Death is two inches away.
His eyes are wide under the diving mask. He does not move. All my fear and horror have become his. His life is in my hands.
I am Theseus, come to purge the labyrinth.
I draw back my hand, then smash it against the side of his head with all the force I can manage.
I don’t hit the nail. I go higher. His unresisting head slams back against the doorjamb, and he slumps to the ground, the pick sliding from his hands to the floor. I doubt that I have long, but I don’t need much time. Not for him. I’ve already seen by the lamplight the dull, ancient brown metal of the key. I snatch it from the ring and pull him roughly to the concrete bed stand.
The key fits the manacle and pops it open.
I wrench his right arm around, conscious that he is already coming to, but the cuff fits tight around his wrist, tighter than it did around mine. It snaps closed. He is not going anywhere.
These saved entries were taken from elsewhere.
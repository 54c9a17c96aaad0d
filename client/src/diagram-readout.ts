/**
 * Reading a diagram at any z: the diagrams are exact at their points (a jump is
 * two points at one z, and distributed torques add interior points where the
 * lines curve), so between two points the value is read on the straight line
 * between them.
 */

/**
 * The value of a diagram at `at` (same unit as `z`): on the line between the
 * two points around it; at a jump, the value just before it (z−). Null outside
 * the diagram or for an empty one.
 */
export function valueAt(z: readonly number[], values: readonly number[], at: number): number | null {
  const n = Math.min(z.length, values.length);
  if (n === 0 || !(at >= z[0] && at <= z[n - 1])) return null;
  if (n === 1) return values[0];
  for (let i = 0; i + 1 < n; i++) {
    const z0 = z[i];
    const z1 = z[i + 1];
    if (at < z0 || at > z1) continue;
    if (z1 === z0) return values[i];
    const t = (at - z0) / (z1 - z0);
    return values[i] + t * (values[i + 1] - values[i]);
  }
  return values[n - 1];
}

/** A cursor moved by a key: ← → by a hundredth of the length (a tenth with Shift), Home and End to the ends. */
export function stepCursor(key: string, shift: boolean, at: number | null, zMin: number, zMax: number): number | null {
  const span = zMax - zMin;
  const from = at ?? zMin;
  const step = span / (shift ? 10 : 100);
  const clamp = (x: number) => Math.min(zMax, Math.max(zMin, x));
  switch (key) {
    case 'ArrowRight':
    case 'ArrowUp':
      return clamp(from + step);
    case 'ArrowLeft':
    case 'ArrowDown':
      return clamp(from - step);
    case 'Home':
      return zMin;
    case 'End':
      return zMax;
    default:
      return null;
  }
}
I take up the pick and the lantern and leave the cell without glancing back. In seconds, amazed at how short the passage actually seems when I can see, albeit in my fuzzy, unspecific way, I am back at the stairs and climbing.
The door at the top is not fully closed, and I can feel the thrum of the generator again. I push through it in a single motion.
Marcus is lying on his back on the foyer floor, his right arm flapping vaguely like a wounded bird. He is gurgling horribly. Melissa is squatting on his chest like some malevolent succubus, one hand pinching his nose closed, the other forcing the green hosepipe into his mouth.
I have reversed my grip on the pick, so I hit her with the handle. She turns into it, expecting Simon, so I see her furious incredulity just before the shaft breaks her nose.
She rolls sideways, clutching her bloody face, but then she comes up with a kitchen knife. I don’t know where she got it from or when, but she has it now, and she’s struggling to her feet, her eyes locked on me, her mouth spitting curses.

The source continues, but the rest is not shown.